Records contained in a dataset

────────────────────

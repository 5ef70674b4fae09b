//! The report of `rotorsift evaluate`: target- and track-level scores, per radar, false
//! alarms and the model's own promise (its JSON is the documented
//! `evaluate --format json`), and its text form.

use std::collections::BTreeMap;

use serde::Serialize;

use super::scores::{per_radar_table, render, render_false_alarms};
use super::Format;
use crate::model::{FalseAlarms, Scores};

/// `evaluate`'s result (the documented `evaluate --format json`), plus track-level scores
/// and the false-alarm report.
#[derive(Debug, Clone, Serialize)]
pub struct Evaluation {
    /// Target-level scores (each annotation one sample).
    #[serde(flatten)]
    pub scores: Scores,
    /// Annotations scored,
    pub targets: usize,
    /// of which matched by at least one track.
    pub targets_detected: usize,
    /// Tracks matching no annotation.
    pub tracks_unmatched: usize,
    /// Scores over tracks (each track one sample): the matched ones, and the false tracks
    /// with their background class.
    pub track_level: Option<Scores>,
    /// False tracks, over the recordings where a track matching no annotation is known to
    /// be background; `None` when there is none.
    pub false_alarms: Option<FalseAlarms>,
    /// Target-level scores per radar (`radar_key`), with their calibration (ECE).
    pub per_radar: BTreeMap<String, Scores>,
    /// The model file's own cross-validated figures (what it promises), when stored.
    pub model_expectation: Option<ModelExpectation>,
}

/// The model's own cross-validated figures, printed by `evaluate` beside its result.
#[derive(Debug, Clone, PartialEq, Serialize)]
pub struct ModelExpectation {
    /// Track accuracy of the leave-one-radar-out cross-validation (an unseen radar).
    pub leave_one_radar_out_accuracy: f64,
    /// Its expected calibration error.
    pub leave_one_radar_out_ece: Option<f64>,
    /// Radars the model was trained on.
    pub radars: usize,
    /// Track accuracy of the grouped k-fold by recording (a training radar).
    pub grouped_kfold_accuracy: Option<f64>,
    /// Its expected calibration error.
    pub grouped_kfold_ece: Option<f64>,
}

/// The table report of `evaluate` (ECE: expected calibration error, 10 bins).
pub fn render_evaluation(ev: &Evaluation, model_name: &str) -> String {
    let mut s = format!(
        "model {}: {} target{}, {} detected, {} unmatched track{}\n\ntargets (rows true, columns predicted):\n{}",
        model_name,
        ev.targets,
        if ev.targets == 1 { "" } else { "s" },
        ev.targets_detected,
        ev.tracks_unmatched,
        if ev.tracks_unmatched == 1 { "" } else { "s" },
        if ev.targets == 0 {
            "(no labelled targets)\n".to_string()
        } else {
            render(&ev.scores)
        }
    );
    if ev.per_radar.len() > 1 || (ev.targets > 0 && !ev.per_radar.is_empty()) {
        s += &format!(
            "\nper radar (ECE: expected calibration error):\n{}",
            per_radar_table(&ev.per_radar).render()
        );
    }
    if let Some(f) = &ev.false_alarms {
        s += &format!("\n{}", render_false_alarms(f));
    }
    if let Some(x) = &ev.model_expectation {
        let opt = |v: Option<f64>| v.map(|v| format!("{v:.3}")).unwrap_or_else(|| "-".into());
        s += &format!(
            "\nwhat the model promises (its own cross-validation, tracks): on an unseen radar accuracy {:.3}, ECE {} (leave-one-radar-out over {} radars); on a training radar accuracy {}, ECE {} (grouped k-fold by recording)\n",
            x.leave_one_radar_out_accuracy,
            opt(x.leave_one_radar_out_ece),
            x.radars,
            opt(x.grouped_kfold_accuracy),
            opt(x.grouped_kfold_ece)
        );
    }
    s
}

/// The report as `--format` asks: the text tables, or JSON (pretty, one trailing newline).
pub fn to_text(ev: &Evaluation, format: Format, model_name: &str) -> crate::Result<String> {
    Ok(match format {
        Format::Json => {
            serde_json::to_string_pretty(ev).map_err(|e| crate::Error::Invalid(e.to_string()))?
                + "\n"
        }
        Format::Table => render_evaluation(ev, model_name),
    })
}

────────────────────

What you have to do: Output all of the entries without altering a single word.

Answer area:
repository 5ef70674b4fae09b
//! The report of `rotorsift evaluate`: target- and track-level scores, per radar, false
//! alarms and the model's own promise (its JSON is the documented
//! `evaluate --format json`), and its text form.

use std::collections::BTreeMap;

use serde::Serialize;

use super::scores::{per_radar_table, render, render_false_alarms};
use super::Format;
use crate::model::{FalseAlarms, Scores};

/// `evaluate`'s result (the documented `evaluate --format json`), plus track-level scores
/// and the false-alarm report.
#[derive(Debug, Clone, Serialize)]
pub struct Evaluation {
    /// Target-level scores (each annotation one sample).
    #[serde(flatten)]
    pub scores: Scores,
    /// Annotations scored,
    pub targets: usize,
    /// of which matched by at least one track.
    pub targets_detected: usize,
    /// Tracks matching no annotation.
    pub tracks_unmatched: usize,
    /// Scores over tracks (each track one sample): the matched ones, and the false tracks
    /// with their background class.
    pub track_level: Option<Scores>,
    /// False tracks, over the recordings where a track matching no annotation is known to
    /// be background; `None` when there is none.
    pub false_alarms: Option<FalseAlarms>,
    /// Target-level scores per radar (`radar_key`), with their calibration (ECE).
    pub per_radar: BTreeMap<String, Scores>,
    /// The model file's own cross-validated figures (what it promises), when stored.
    pub model_expectation: Option<ModelExpectation>,
}

/// The model's own cross-validated figures, printed by `evaluate` beside its result.
#[derive(Debug, Clone, PartialEq, Serialize)]
pub struct ModelExpectation {
    /// Track accuracy of the leave-one-radar-out cross-validation (an unseen radar).
    pub leave_one_radar_out_accuracy: f64,
    /// Its expected calibration error.
    pub leave_one_radar_out_ece: Option<f64>,
    /// Radars the model was trained on.
    pub radars: usize,
    /// Track accuracy of the grouped k-fold by recording (a training radar).
    pub grouped_kfold_accuracy: Option<f64>,
    /// Its expected calibration error.
    pub grouped_kfold_ece: Option<f64>,
}

/// The table report of `evaluate` (ECE: expected calibration error, 10 bins).
pub fn render_evaluation(ev: &Evaluation, model_name: &str) -> String {
    let mut s = format!(
        "model {}: {} target{}, {} detected, {} unmatched track{}\n\ntargets (rows true, columns predicted):\n{}",
        model_name,
        ev.targets,
        if ev.targets == 1 { "" } else { "s" },
        ev.targets_detected,
        ev.tracks_unmatched,
        if ev.tracks_unmatched == 1 { "" } else { "s" },
        if ev.targets == 0 {
            "(no labelled targets)\n".to_string()
        } else {
            render(&ev.scores)
        }
    );
    if ev.per_radar.len() > 1 || (ev.targets > 0 && !ev.per_radar.is_empty()) {
        s += &format!(
            "\nper radar (ECE: expected calibration error):\n{}",
            per_radar_table(&ev.per_radar).render()
        );
    }
    if let Some(f) = &ev.false_alarms {
        s += &format!("\n{}", render_false_alarms(f));
    }
    if let Some(x) = &ev.model_expectation {
        let opt = |v: Option<f64>| v.map(|v| format!("{v:.3}")).unwrap_or_else(|| "-".into());
        s += &format!(
            "\nwhat the model promises (its own cross-validation, tracks): on an unseen radar accuracy {:.3}, ECE {} (leave-one-radar-out over {} radars); on a training radar accuracy {}, ECE {} (grouped k-fold by recording)\n",
            x.leave_one_radar_out_accuracy,
            opt(x.leave_one_radar_out_ece),
            x.radars,
            opt(x.grouped_kfold_accuracy),
            opt(x.grouped_kfold_ece)
        );
    }
    s
}

/// The report as `--format` asks: the text tables, or JSON (pretty, one trailing newline).
pub fn to_text(ev: &Evaluation, format: Format, model_name: &str) -> crate::Result<String> {
    Ok(match format {
        Format::Json => {
            serde_json::to_string_pretty(ev).map_err(|e| crate::Error::Invalid(e.to_string()))?
                + "\n"
        }
        Format::Table => render_evaluation(ev, model_name),
    })
}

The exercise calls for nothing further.